§ **PROBLEM TO SOLVE**
Extract the listing in its entirety, keeping each line identical to the original.

§ **MATERIALS PROVIDED**
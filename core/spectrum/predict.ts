/**
 * Design queries: a modelled quantity at a chosen temperature and time or frequency, through the
 * shift model and the Prony series (docs/conventions.md §5): ω_r = aT(T)·ω, t_r = t/aT(T); measured
 * modulus = reduced modulus / bT, measured compliance = reduced compliance × bT,
 * |η*|(T, ω) = |G*_r(ω_r)| / (bT·ω). Every answer carries its extrapolation flags and cautions.
 */
import { complexModulusOf } from '../data/derived';
import { extent } from '../data/extent';
import { measuredFromReduced, reducedAbscissa } from '../data/reduction';
import { checkShiftModelRange } from '../models/range-check';
import { shiftModelBand } from '../models/shift-model-band';
import type { ShiftModelSpec } from '../models/types';
import { creepCompliance, creepFromProny } from './creep-from-prony';
import type { PronySeries } from './prony-model';
import { pronyLoss, pronyRelaxation, pronyStorage } from './prony-model';
import { frequencyWindow } from './tan-delta-peak';
import type { ReducedWindow } from './types';

export type PredictedQuantity =
  'storage' | 'loss' | 'tanDelta' | 'complexViscosity' | 'relaxation' | 'creep';

export interface PredictionQuery {
  quantity: PredictedQuantity;
  /** Service temperature, K. */
  temperatureK: number;
  /** Time for relaxation/creep, s. */
  timeS?: number;
  /** Angular frequency for dynamic quantities, rad/s (or give frequencyHz). */
  omegaRadPerS?: number;
  /** Frequency for dynamic quantities, Hz (ω = 2πf). */
  frequencyHz?: number;
}

export interface PredictionContext {
  series: PronySeries;
  shiftModel: ShiftModelSpec;
  /** Reduced window of the data the series was fitted to. */
  window: ReducedWindow;
  /** log10 bT at the service temperature (vertical shift, reduced = bT × measured). @default 0 */
  log10bT?: number;
}

export interface PredictionFlags {
  /** The reduced time or frequency lies outside the measured reduced window. */
  outsideReducedWindow: boolean;
  outsideFittedRange: boolean;
  belowGlassTransition: boolean;
  beyondPole: boolean;
}

export interface Prediction {
  quantity: PredictedQuantity;
  value: number;
  /** 'Pa', '1/Pa', 'Pa·s' or '1'. */
  unit: string;
  log10aT: number;
  /** Reduced frequency (rad/s) or reduced time (s) at which the series was read. */
  reducedX: number;
  /**
   * The value at both ends of the 95 % band of log10 aT (only the shift-model uncertainty; the
   * Prony series' own error and the material's scatter come on top). Absent without a covariance.
   */
  valueRange?: [number, number];
  flags: PredictionFlags;
  /** Flag messages first, then the standing cautions. */
  cautions: string[];
}

const UNIT: Record<PredictedQuantity, string> = {
  storage: 'Pa',
  loss: 'Pa',
  tanDelta: '1',
  complexViscosity: 'Pa·s',
  relaxation: 'Pa',
  creep: '1/Pa',
};

/** Cautions every prediction carries (docs/conventions.md §6). */
export const STANDING_CAUTIONS: readonly string[] = [
  'Predictions outside the measured reduced window or temperature range are extrapolations.',
  'Time–temperature superposition does not hold for every material; check its validity (e.g. van Gurp–Palmen plot).',
  'Master curves describe linear viscoelastic behaviour only (small strains).',
  'Confirm design values by testing and follow the applicable codes and licensed engineering practice.',
];

function abscissa(q: PredictionQuery): { kind: 'time' | 'frequency'; x: number } {
  const timeLike = q.quantity === 'relaxation' || q.quantity === 'creep';
  if (timeLike) {
    if (!(q.timeS !== undefined && q.timeS >= 0))
      throw new RangeError(`timeS must be given (≥ 0 s) for ${q.quantity}`);
    return { kind: 'time', x: q.timeS };
  }
  const w =
    q.omegaRadPerS ?? (q.frequencyHz !== undefined ? 2 * Math.PI * q.frequencyHz : undefined);
  if (!(w !== undefined && w > 0))
    throw new RangeError(`omegaRadPerS or frequencyHz must be given (> 0) for ${q.quantity}`);
  return { kind: 'frequency', x: w };
}

/** Evaluates the reduced quantity at log10 aT, then applies the vertical shift. */
function valueAt(
  q: PredictedQuantity,
  ctx: PredictionContext,
  x: number,
  log10aT: number,
  bT: number,
  creepOf: () => ReturnType<typeof creepFromProny>,
): number {
  const aT = 10 ** log10aT;
  // The reduction rules inverted (core/data/reduction.ts): read the series at the reduced
  // abscissa, then turn the reduced value into the one measured at this temperature.
  const xr = reducedAbscissa(
    q === 'relaxation' || q === 'creep' ? 'time' : 'angularFrequency',
    x,
    aT,
  );
  switch (q) {
    case 'storage':
      return measuredFromReduced('storageModulus', pronyStorage(ctx.series, xr), aT, bT);
    case 'loss':
      return measuredFromReduced('lossModulus', pronyLoss(ctx.series, xr), aT, bT);
    case 'tanDelta':
      return measuredFromReduced(
        'tanDelta',
        pronyLoss(ctx.series, xr) / pronyStorage(ctx.series, xr),
        aT,
        bT,
      );
    case 'complexViscosity': {
      // reduced |η*| = |G*_r(ω_r)| / ω_r
      const g = complexModulusOf(pronyStorage(ctx.series, xr), pronyLoss(ctx.series, xr));
      return measuredFromReduced('complexViscosity', g / xr, aT, bT);
    }
    case 'relaxation':
      return measuredFromReduced('relaxationModulus', pronyRelaxation(ctx.series, xr), aT, bT);
    case 'creep':
      return measuredFromReduced('creepCompliance', creepCompliance(creepOf(), xr), aT, bT);
  }
}

/** Predicts one quantity at a service temperature and time/frequency, with flags and cautions. */
export function predictQuantity(query: PredictionQuery, ctx: PredictionContext): Prediction {
  if (!(query.temperatureK > 0))
    throw new RangeError('temperatureK must be a positive temperature in K');
  if (!(query.quantity in UNIT))
    throw new RangeError(`quantity must be one of ${Object.keys(UNIT).join(', ')}`);
  const { kind, x } = abscissa(query);
  const bT = 10 ** (ctx.log10bT ?? 0);
  let creep: ReturnType<typeof creepFromProny> | undefined;
  const creepOf = () => (creep ??= creepFromProny(ctx.series));
  const [band] = shiftModelBand(ctx.shiftModel, [query.temperatureK]);
  const value = valueAt(query.quantity, ctx, x, band.log10aT, bT, creepOf);
  const aT = 10 ** band.log10aT;
  const reducedX = reducedAbscissa(kind === 'time' ? 'time' : 'angularFrequency', x, aT);
  // compare in the window's own abscissa (time windows: t_r; frequency windows: ω_r; across kinds ω ≈ 1/t)
  const [flo, fhi] = frequencyWindow(ctx.window);
  const asFrequency = kind === 'time' ? 1 / reducedX : reducedX;
  const outsideReducedWindow =
    ctx.window.abscissa === 'time' && kind === 'time'
      ? reducedX < ctx.window.min || reducedX > ctx.window.max
      : !(asFrequency >= flo && asFrequency <= fhi);
  const range = checkShiftModelRange(ctx.shiftModel, query.temperatureK);
  const cautions: string[] = [];
  if (outsideReducedWindow) {
    cautions.push(
      `The reduced ${kind === 'time' ? 'time' : 'frequency'} ${reducedX.toPrecision(3)} ${kind === 'time' ? 's' : 'rad/s'} lies outside the measured master curve: the value is extrapolated from the Prony series.`,
    );
  }
  for (const m of [...range.messages, ...STANDING_CAUTIONS]) cautions.push(m);
  let valueRange: [number, number] | undefined;
  if (Number.isFinite(band.stdErr) && band.stdErr > 0) {
    const vs = [band.lower95, band.upper95].map((l) =>
      valueAt(query.quantity, ctx, x, l, bT, creepOf),
    );
    valueRange = extent([value, ...vs]);
  }
  return {
    quantity: query.quantity,
    value,
    unit: UNIT[query.quantity],
    log10aT: band.log10aT,
    reducedX,
    valueRange,
    flags: {
      outsideReducedWindow,
      outsideFittedRange: range.outsideFittedRange,
      belowGlassTransition: range.belowGlassTransition,
      beyondPole: range.beyondPole,
    },
    cautions,
  };
}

§ **ANSWER BELOW**
filename core/spectrum/predict.ts
/**
 * Design queries: a modelled quantity at a chosen temperature and time or frequency, through the
 * shift model and the Prony series (docs/conventions.md §5): ω_r = aT(T)·ω, t_r = t/aT(T); measured
 * modulus = reduced modulus / bT, measured compliance = reduced compliance × bT,
 * |η*|(T, ω) = |G*_r(ω_r)| / (bT·ω). Every answer carries its extrapolation flags and cautions.
 */
import { complexModulusOf } from '../data/derived';
import { extent } from '../data/extent';
import { measuredFromReduced, reducedAbscissa } from '../data/reduction';
import { checkShiftModelRange } from '../models/range-check';
import { shiftModelBand } from '../models/shift-model-band';
import type { ShiftModelSpec } from '../models/types';
import { creepCompliance, creepFromProny } from './creep-from-prony';
import type { PronySeries } from './prony-model';
import { pronyLoss, pronyRelaxation, pronyStorage } from './prony-model';
import { frequencyWindow } from './tan-delta-peak';
import type { ReducedWindow } from './types';

export type PredictedQuantity =
  'storage' | 'loss' | 'tanDelta' | 'complexViscosity' | 'relaxation' | 'creep';

export interface PredictionQuery {
  quantity: PredictedQuantity;
  /** Service temperature, K. */
  temperatureK: number;
  /** Time for relaxation/creep, s. */
  timeS?: number;
  /** Angular frequency for dynamic quantities, rad/s (or give frequencyHz). */
  omegaRadPerS?: number;
  /** Frequency for dynamic quantities, Hz (ω = 2πf). */
  frequencyHz?: number;
}

export interface PredictionContext {
  series: PronySeries;
  shiftModel: ShiftModelSpec;
  /** Reduced window of the data the series was fitted to. */
  window: ReducedWindow;
  /** log10 bT at the service temperature (vertical shift, reduced = bT × measured). @default 0 */
  log10bT?: number;
}

export interface PredictionFlags {
  /** The reduced time or frequency lies outside the measured reduced window. */
  outsideReducedWindow: boolean;
  outsideFittedRange: boolean;
  belowGlassTransition: boolean;
  beyondPole: boolean;
}

export interface Prediction {
  quantity: PredictedQuantity;
  value: number;
  /** 'Pa', '1/Pa', 'Pa·s' or '1'. */
  unit: string;
  log10aT: number;
  /** Reduced frequency (rad/s) or reduced time (s) at which the series was read. */
  reducedX: number;
  /**
   * The value at both ends of the 95 % band of log10 aT (only the shift-model uncertainty; the
   * Prony series' own error and the material's scatter come on top). Absent without a covariance.
   */
  valueRange?: [number, number];
  flags: PredictionFlags;
  /** Flag messages first, then the standing cautions. */
  cautions: string[];
}

const UNIT: Record<PredictedQuantity, string> = {
  storage: 'Pa',
  loss: 'Pa',
  tanDelta: '1',
  complexViscosity: 'Pa·s',
  relaxation: 'Pa',
  creep: '1/Pa',
};

/** Cautions every prediction carries (docs/conventions.md §6). */
export const STANDING_CAUTIONS: readonly string[] = [
  'Predictions outside the measured reduced window or temperature range are extrapolations.',
  'Time–temperature superposition does not hold for every material; check its validity (e.g. van Gurp–Palmen plot).',
  'Master curves describe linear viscoelastic behaviour only (small strains).',
  'Confirm design values by testing and follow the applicable codes and licensed engineering practice.',
];

function abscissa(q: PredictionQuery): { kind: 'time' | 'frequency'; x: number } {
  const timeLike = q.quantity === 'relaxation' || q.quantity === 'creep';
  if (timeLike) {
    if (!(q.timeS !== undefined && q.timeS >= 0))
      throw new RangeError(`timeS must be given (≥ 0 s) for ${q.quantity}`);
    return { kind: 'time', x: q.timeS };
  }
  const w =
    q.omegaRadPerS ?? (q.frequencyHz !== undefined ? 2 * Math.PI * q.frequencyHz : undefined);
  if (!(w !== undefined && w > 0))
    throw new RangeError(`omegaRadPerS or frequencyHz must be given (> 0) for ${q.quantity}`);
  return { kind: 'frequency', x: w };
}

/** Evaluates the reduced quantity at log10 aT, then applies the vertical shift. */
function valueAt(
  q: PredictedQuantity,
  ctx: PredictionContext,
  x: number,
  log10aT: number,
  bT: number,
  creepOf: () => ReturnType<typeof creepFromProny>,
): number {
  const aT = 10 ** log10aT;
  // The reduction rules inverted (core/data/reduction.ts): read the series at the reduced
  // abscissa, then turn the reduced value into the one measured at this temperature.
  const xr = reducedAbscissa(
    q === 'relaxation' || q === 'creep' ? 'time' : 'angularFrequency',
    x,
    aT,
  );
  switch (q) {
    case 'storage':
      return measuredFromReduced('storageModulus', pronyStorage(ctx.series, xr), aT, bT);
    case 'loss':
      return measuredFromReduced('lossModulus', pronyLoss(ctx.series, xr), aT, bT);
    case 'tanDelta':
      return measuredFromReduced(
        'tanDelta',
        pronyLoss(ctx.series, xr) / pronyStorage(ctx.series, xr),
        aT,
        bT,
      );
    case 'complexViscosity': {
      // reduced |η*| = |G*_r(ω_r)| / ω_r
      const g = complexModulusOf(pronyStorage(ctx.series, xr), pronyLoss(ctx.series, xr));
      return measuredFromReduced('complexViscosity', g / xr, aT, bT);
    }
    case 'relaxation':
      return measuredFromReduced('relaxationModulus', pronyRelaxation(ctx.series, xr), aT, bT);
    case 'creep':
      return measuredFromReduced('creepCompliance', creepCompliance(creepOf(), xr), aT, bT);
  }
}

/** Predicts one quantity at a service temperature and time/frequency, with flags and cautions. */
export function predictQuantity(query: PredictionQuery, ctx: PredictionContext): Prediction {
  if (!(query.temperatureK > 0))
    throw new RangeError('temperatureK must be a positive temperature in K');
  if (!(query.quantity in UNIT))
    throw new RangeError(`quantity must be one of ${Object.keys(UNIT).join(', ')}`);
  const { kind, x } = abscissa(query);
  const bT = 10 ** (ctx.log10bT ?? 0);
  let creep: ReturnType<typeof creepFromProny> | undefined;
  const creepOf = () => (creep ??= creepFromProny(ctx.series));
  const [band] = shiftModelBand(ctx.shiftModel, [query.temperatureK]);
  const value = valueAt(query.quantity, ctx, x, band.log10aT, bT, creepOf);
  const aT = 10 ** band.log10aT;
  const reducedX = reducedAbscissa(kind === 'time' ? 'time' : 'angularFrequency', x, aT);
  // compare in the window's own abscissa (time windows: t_r; frequency windows: ω_r; across kinds ω ≈ 1/t)
  const [flo, fhi] = frequencyWindow(ctx.window);
  const asFrequency = kind === 'time' ? 1 / reducedX : reducedX;
  const outsideReducedWindow =
    ctx.window.abscissa === 'time' && kind === 'time'
      ? reducedX < ctx.window.min || reducedX > ctx.window.max
      : !(asFrequency >= flo && asFrequency <= fhi);
  const range = checkShiftModelRange(ctx.shiftModel, query.temperatureK);
  const cautions: string[] = [];
  if (outsideReducedWindow) {
    cautions.push(
      `The reduced ${kind === 'time' ? 'time' : 'frequency'} ${reducedX.toPrecision(3)} ${kind === 'time' ? 's' : 'rad/s'} lies outside the measured master curve: the value is extrapolated from the Prony series.`,
    );
  }
  for (const m of [...range.messages, ...STANDING_CAUTIONS]) cautions.push(m);
  let valueRange: [number, number] | undefined;
  if (Number.isFinite(band.stdErr) && band.stdErr > 0) {
    const vs = [band.lower95, band.upper95].map((l) =>
      valueAt(query.quantity, ctx, x, l, bT, creepOf),
    );
    valueRange = extent([value, ...vs]);
  }
  return {
    quantity: query.quantity,
    value,
    unit: UNIT[query.quantity],
    log10aT: band.log10aT,
    reducedX,
    valueRange,
    flags: {
      outsideReducedWindow,
      outsideFittedRange: range.outsideFittedRange,
      belowGlassTransition: range.belowGlassTransition,
      beyondPole: range.beyondPole,
    },
    cautions,
  };
}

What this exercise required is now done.